If we really wanted to tax vehicles based on the wear and tear they put on the roads, then we wouldn't tax cars at all, we would only tax trucks.  But the 'problem' is everyone including passenger vehicles benefit from the roads and use the roads.  So the passenger vehicles should have to pay for something, especially to help build new roads.  In my opinion, each vehicle (other than big trucks) should pay the same registration fee and there shouldn't be a use tax.  Everyone benefits from the entire system of roads.  But at the same time it only makes sense to have a little bit of a use tax as certain people benefit more from using the road system more.  The easiest way to do that is a fuel tax or a per mile tax.  I don't think its right for hybrid/electric cars to get a special tax because they use less fuel, based on this logic all fuel efficientvehicles should have a special tax.  If a state is going to have a special tax, I think they really should just do tax per mile on a yearly basis for all vehicles.


----------



## begreen (Jul 1, 2013)

Problem with the tax per mile is that some vehicles do a lot of out of state travel. It would hit the snowbirds traveling back and forth from NY to Florida harder for example.


----------



## PapaDave (Jul 1, 2013)

As far as the road damage thing goes, drive your personal vehicle on a patch of dirt road or gravel drive or asphalt.
Then, invite a semi to drive on the same surface. Wait for a nice rainy day, or after a decent rain.
Your answer is in the result.
Any vehicle using the roads should be taxed in some way to help pay for the road and it's maintenance. Hybrids/electrics don't pay as much as a gas/diesel vehicle, but may drive as much or more.
Tax per mile wouldn't only be tougher on snowbirds.......folks who drive from metro Detroit to my neck of the woods for recreation might also pay more, just as they do now.
Should we have to pay fuel tax for lawn mower use.....chainsaw.....tractor, or any other device or vehicle that never sees or uses a road? I think not.
I don't have an answer to the question of how to tax road use, but lots of questions come up when the discussion starts.


----------



## btuser (Jul 2, 2013)

Taxed per mile and paid every year when you register/inspect you car.  Some of the money would get kicked upstairs to pay for interstates and whatnot.  As far as out-of-state travel states would have to eat it, but it's in essence people bringing business/money into the state so other than a few extra in-coming toll roads I don't see it being a problem.  People are gonna flip when it costs $2k to register a car.  

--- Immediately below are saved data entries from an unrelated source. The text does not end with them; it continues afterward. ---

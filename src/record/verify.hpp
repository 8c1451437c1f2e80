// Verifying a record folder (a session's or a dyno check's): what `loadtrim verify` runs, what the report
// shows, and what resume and approve rely on. docs/records.md explains each outcome.
//
// In order, stopping at the first finding that makes the folder broken:
//   1. events.jsonl read without leaving the folder (record/inside.hpp); the hash chain and seq of every
//   line;
//      a partial last line is a note in an unsealed folder and a break in a sealed one.
//   2. Every "files" entry of every record: a safe relative path (never opened otherwise), present, and with
//   the
//      SHA-256 the record holds.
//   3. At most one seal; after it only approvals. No seal: the cell log (when given) must not know a seal for
//      this folder (else it was cut back); outcome not_finished. Sealed, and the cell log (when given,
//      present and intact) holds no seal for it: a finding (FolderVerdict::findings), the outcome unchanged.
//   4. The seal: exactly its fields, its line in canonical form, chain_head == prev; its files list sorted,
//      unique and safe; every file present in the folder covered, none missing, none extra except the derived
//      files; each hash matching; the folder's summary.json (else result.json) agreeing with every member of
//      the sealed result; the cell log's entry for this folder (when given) naming this very seal.
//   5. The seal's signature: unsigned → outcome unsigned_seal; signed by a key given in the options or found
//   as
//      <keys_dir>/cell-<name>.pub.pem → the signature must verify (else broken); signed by another key when
//      the cell's key is known → broken (not made with the cell's key); no key known for the cell →
//      key_unknown.
//   4a. Record signatures: when record 0 carries one, every record before the seal must, each verifying with
//      the key record 0 names ("record_signer"), which must be the cell's trusted key when one is known. When
//      record 0 carries none, none may; and an unfinished folder of a cell with a trusted key must carry them
//      (else its records were re-chained without the key). Checked before the seal (sealed or not).
//   6. Each approval: its fields, canonical line, approving this folder's seal, signed by the reviewer's key
//      (given, or <keys_dir>/reviewer-<name>.pub.pem); unknown reviewer key → key_unknown.
// Never opens a path the folder names outside the folder, and never follows a link inside it. Never throws.
#pragma once

#include <cstdint>
#include <nlohmann/json.hpp>
#include <optional>
#include <string>
#include <vector>

#include "record/seal.hpp"

namespace loadtrim::record {

enum class Outcome {
  verified,       // chain, files, seal coverage and signatures all check against trusted keys
  broken,         // tampered or damaged: the record or file is named
  not_finished,   // intact so far, but no seal: the session or check did not finish (or is still running)
  unsigned_seal,  // sealed without a signature: intact as far as anyone can tell, but anyone could have
                  // sealed it
  key_unknown     // signed, but no trusted key for the signer (cell or reviewer) was available to check it
};
const char* to_string(Outcome o);

// `loadtrim verify` exit codes (docs/records.md): verified 0, broken 5, not_finished 6, unsigned_seal and
// key_unknown 7. A folder that cannot be found is refused by the command with 2 before verify runs.
inline constexpr int kVerifyExitVerified = 0;
inline constexpr int kVerifyExitBroken = 5;
inline constexpr int kVerifyExitNotFinished = 6;
inline constexpr int kVerifyExitUnsigned = 7;
int verify_exit_code(Outcome o);

struct VerifyOptions {
  std::vector<PublicKey> cell_keys;      // trusted for seals, whatever the cell (e.g. --public-key)
  std::vector<PublicKey> reviewer_keys;  // trusted for approvals, whatever the reviewer
  std::string keys_dir;     // a data root's keys/: cell-<name>.pub.pem, reviewer-<name>.pub.pem ("" = none)
  std::string checks_root;  // a data root's checks/: <cell>/cell-log.jsonl is consulted ("" = not consulted)
};

struct SealView {
  std::uint64_t seq = 0;
  std::string utc, cell, chain_head, seal_sha256, signer;
  bool is_signed = false;
  bool signature_checked = false;  // verified against a trusted key
  std::string key_source;          // where the trusted key came from
  std::size_t files = 0;
  nlohmann::json result;
};

struct ApprovalView {
  std::uint64_t seq = 0;
  std::string utc, reviewer, statement, signer;
  bool signature_checked = false;
  std::string key_source;
};

struct FolderVerdict {
  Outcome outcome = Outcome::broken;
  std::string message;        // one sentence: what is wrong, or what was checked
  std::int64_t record = -1;   // the record named by the finding (seq), -1 when none
  std::string file;           // the file named by the finding, "" when none
  std::uint64_t records = 0;  // records read (up to the first bad one)
  std::size_t recorded_files = 0;
  std::string cell, origin;  // the cell's name (seal, else record 0) and the hash of record 0's line
  std::optional<SealView> seal;
  std::vector<ApprovalView> approvals;
  // Record signatures (record/event_log.hpp): whether the records carry them, and whether they were checked
  // against a trusted key of the cell (every one verified) — unchecked when no trusted key was available.
  bool records_signed = false, records_signature_checked = false;
  std::string records_signer;
  std::vector<std::string> notes;
  // What an intact folder's verdict does not show but the lab must act on (the outcome and exit code are not
  // changed by it): a sealed folder whose cell log (consulted, intact) holds no seal for it.
  std::vector<std::string> findings;
  bool cell_log_lacks_seal = false;  // that finding: the folder is sealed and its cell log has no seal for it
  bool ok() const { return outcome == Outcome::verified; }
  // Intact as far as the folder itself shows (anything but broken).
  bool intact() const { return outcome != Outcome::broken; }
  nlohmann::json to_json() const;
};

FolderVerdict verify_folder(const std::string& folder, const VerifyOptions& options = {});
// The same, handing back the records of events.jsonl as this one reading parsed them (up to the first bad
// one; a torn last line left out), so that a caller (resume) reads the log once: what it acts on is what was
// verified.
FolderVerdict verify_folder(const std::string& folder, const VerifyOptions& options,
                            std::vector<nlohmann::json>* records);

// Whether a result to be sealed agrees with the folder's summary: summary.json, else result.json, when
// present, must hold every member of `result` with an equal value. "" when it agrees (or there is no
// summary); else a sentence, with *file set to the summary's name.
std::string result_disagreement(const std::string& folder, const nlohmann::json& result,
                                std::string* file = nullptr);

}  // namespace loadtrim::record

I'm not going to let them put a meter in my car to let them know where I've been.  Already got cell phone for that.


----------



## Grisu (Jul 2, 2013)

I know I am asking for some beating but I would suggest: Increase the gasoline tax to offset the decline in revenue and push more people to buy fuel efficient cars. Do it in steps until most people drive high-mpg cars, but revenue stays the same. Advantages: Less pollution, less consumption of non-renewable fuels, less money going out of the country to buy oil (net import oil in 2012: 2.7 billion barrels; at $90 per barrel = $243 billion in "exported" dollar; US trade deficit 2012: $540 billion; that means oil imports are responsible for 45% of the trade deficit).


----------



## begreen (Jul 2, 2013)

They will do more than flip. It already costs $2450 just in sales tax to buy a $25K car in the Seattle area. The last time the excise tax on car sales was even moderately high ($600 on a $30K car) a voter initiative killed the excise tax and left the entire transportation structure floundering (it still is in a world of hurt). Personally I would love to end the initiative process all together in this state. It is nothing but mindless populism. Most of the time folks don't even know what they are asking for or the consequences if the initiative passes.


----------



## Seasoned Oak (Jul 2, 2013)

Grisu said:


> I know I am asking for some beating but I would suggest: Increase the gasoline tax to offset the decline in revenue and push more people to buy fuel efficient cars. Do it in steps until most people drive high-mpg cars, but revenue stays the same. Advantages: Less pollution, less consumption of non-renewable fuels, less money going out of the country to buy oil (net import oil in 2012: 2.7 billion barrels; at $90 per barrel = $243 billion in "exported" dollar; US trade deficit 2012: $540 billion; that means oil imports are responsible for 45% of the trade deficit).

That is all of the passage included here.